We can e.g. increase weight for the director to recommend movies that are highly likely directed by the same director as the input movie:

w_director = 100

df_movies['features'] = df_movies.apply(concatenate_features,axis=1)

vect = CountVectorizer(stop_words='english')

vect_matrix = vect.fit_transform(df_movies['features'])

cosine_similarity_matrix_count_based = cosine_similarity(vect_matrix, vect_matrix)

recommendations('Toy Story', df_movies, cosine_similarity_matrix_count_based, 8)

4837    Tin Toy                

4860    Knick Knack            

3182    Luxo Jr.               

1358    Toy Story 2            

1012    A Bug’s Life           

4532    Cars 2                 

5423    Mater and the Ghostlight

3268    Cars       

A quick search shows that all of the movies recommender were directed by the director of Toy Story – John Lasseter.

Conclusion

In this article, we have introduced several content-based recommender systems in python, using MovieLens data set.

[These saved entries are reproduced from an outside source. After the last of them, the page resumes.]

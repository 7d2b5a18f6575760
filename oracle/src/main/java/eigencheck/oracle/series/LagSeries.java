package eigencheck.oracle.series;

import eigencheck.oracle.Evaluation;
import eigencheck.oracle.OracleException;
import eigencheck.oracle.OracleException.Reason;

/**
 * P, the solution of -alpha Laplace P = 1 on a rectangle under homogeneous Dirichlet, Neumann or
 * Robin conditions, as one series along an axis: P = sum_j 1_j X_j(x) p_j(y) with
 * p_j = 1_j / (alpha mu_j^2) f_j(y), f_j = 1 + A e^{-mu_j y} + B e^{-mu_j (L - y)} meeting the
 * other axis's conditions (a quadratic for the constant mode of a Neumann-Neumann axis). By the
 * maximum principle 0 <= f_j <= 1, so the tail after M modes is at most
 * sum_{j >= M} |1_j| / (alpha mu_j^2) <= (2 / (N alpha)) (L/pi)^3 / (2 (M - 1)^2) everywhere,
 * on the sides included: what the moving level needs at points on convective sides, where the face
 * series of P's source part cannot reach. Values only (the tangential derivative's series converges
 * like 1/M there). Thread-safe.
 */
final class LagSeries {
    /** Modes beyond this are refused. */
    static final int MAX_MODES = 1 << 17;
    private static final double EPS = Math.ulp(1.0);

    private final double alpha;
    private final AxisModes[] axes;
    // for each axis as the profile's axis: {a0, b0, a1, b1} of a0 f + b0 f' = 0 at 0 and a1 f + b1 f' = 0 at L
    private final double[][] conditions = new double[2][];

    /**
     * @param axes the rectangle's two axes, under the homogeneous conditions
     * @param hOverK h/k per axis and side: +infinity for Dirichlet, 0 for Neumann
     */
    LagSeries(AxisModes[] axes, double alpha, double[][] hOverK) {
        this.axes = axes;
        this.alpha = alpha;
        for (int i = 0; i < 2; i++) {
            conditions[i] = new double[4];
            for (int s = 0; s < 2; s++) {
                double hk = hOverK[i][s];
                double a;
                double b;
                if (hk == Double.POSITIVE_INFINITY) {
                    a = 1;
                    b = 0;
                } else {
                    // at 0 the outward normal is -y: f' = H f; at L: f' = -H f
                    a = s == 0 ? -hk : hk;
                    b = 1;
                }
                conditions[i][2 * s] = a;
                conditions[i][2 * s + 1] = b;
            }
        }
    }

    /**
     * P at the point, expanded along the axis whose sides are farther from it (relative to its
     * length), to within {@code budget}.
     *
     * @throws OracleException (TOO_MANY_MODES) if that needs more than {@link #MAX_MODES} modes
     */
    Evaluation value(double[] p, int o, double budget) {
        double[] rel = new double[2];
        for (int i = 0; i < 2; i++) {
            double x = p[o + i];
            rel[i] = Math.min(x, axes[i].length - x) / axes[i].length;
        }
        // both expansions hold everywhere with the same bound; the profile across the axis the point is
        // near is evaluated where its exponentials are largest, which keeps the sum's rounding small
        return value(p, o, budget, rel[0] >= rel[1] ? 0 : 1);
    }

    /** As {@link #value(double[], int, double)}, with the modes along {@code along} (0: x, 1: y). */
    Evaluation value(double[] p, int o, double budget, int along) {
        int across = 1 - along;
        AxisModes ax = axes[along];
        double normLow = ax.normLowerBound(Math.min(ax.mu.length, 64));
        double l = ax.length / Math.PI;
        int m = 1 + (int) Math.ceil(Math.sqrt(2 / (normLow * alpha) * l * l * l / (2 * budget)));
        if (m > MAX_MODES) {
            throw new OracleException(Reason.TOO_MANY_MODES, "oracle: the lag of a moving level at "
                + java.util.Arrays.toString(new double[] {p[o], p[o + 1]}) + " needs more than " + MAX_MODES
                + " modes to reach the tolerance; loosen the tolerance");
        }
        ax.ensure(m);
        double x = p[o + along];
        double y = p[o + across];
        double len = axes[across].length;
        double[] bc = conditions[across];
        double sum = 0;
        double magnitude = 0;
        for (int j = 0; j < m; j++) {
            double mu = ax.mu[j];
            double one = ax.integral(j) / ax.norm[j];
            double term;
            if (mu == 0) {
                term = one * quadratic(bc, len, y) / alpha * Math.sin(ax.phase[j]);
            } else {
                term = one / (alpha * mu * mu) * profile(bc, len, mu, y) * Math.sin(mu * x + ax.phase[j]);
            }
            sum += term;
            magnitude += Math.abs(term);
        }
        double tail = 2 / (normLow * alpha) * l * l * l / (2.0 * (m - 1) * (m - 1));
        return new Evaluation(sum, tail + 16 * EPS * magnitude);
    }

    /** f = 1 + A e^{-mu y} + B e^{-mu (L - y)} under a0 f + b0 f' = 0 at 0 and a1 f + b1 f' = 0 at L. */
    static double profile(double[] bc, double len, double mu, double y) {
        double a0 = bc[0];
        double b0 = bc[1];
        double a1 = bc[2];
        double b1 = bc[3];
        double e = Math.exp(-mu * len);
        // A (a0 - b0 mu) + B e (a0 + b0 mu) = -a0;  A e (a1 - b1 mu) + B (a1 + b1 mu) = -a1
        double p11 = a0 - b0 * mu;
        double p12 = e * (a0 + b0 * mu);
        double p21 = e * (a1 - b1 * mu);
        double p22 = a1 + b1 * mu;
        double det = p11 * p22 - p12 * p21;
        double a = (-a0 * p22 + a1 * p12) / det;
        double b = (-a1 * p11 + a0 * p21) / det;
        return 1 + a * Math.exp(-mu * y) + b * Math.exp(-mu * (len - y));
    }

    /** q = -y^2/2 + a y + b, q'' = -1, under the same conditions: alpha p_0 for the constant mode. */
    static double quadratic(double[] bc, double len, double y) {
        double a0 = bc[0];
        double b0 = bc[1];
        double a1 = bc[2];
        double b1 = bc[3];
        // a0 b + b0 a = 0;  a1 b + (a1 L + b1) a = a1 L^2 / 2 + b1 L
        double det = a0 * (a1 * len + b1) - b0 * a1;
        double rhs = a1 * len * len / 2 + b1 * len;
        double a = a0 * rhs / det;
        double b = -b0 * rhs / det;
        return -y * y / 2 + a * y + b;
    }
}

Recommender systems utilize big data about our interactions with items and try to find patterns which show what items are most popular with users that are similar to us or find items that are most similar to items that we have purchased in the past.

Besides content-based method used in this article, recommenders are also often using collaborative filtering approach or a combination of both, known as hybrid methods, which try to combine both main approaches in a way which minimizes the drawbacks of any of the individual methods. Hybrid recommenders are the most common type of recommenders, found in online platforms today.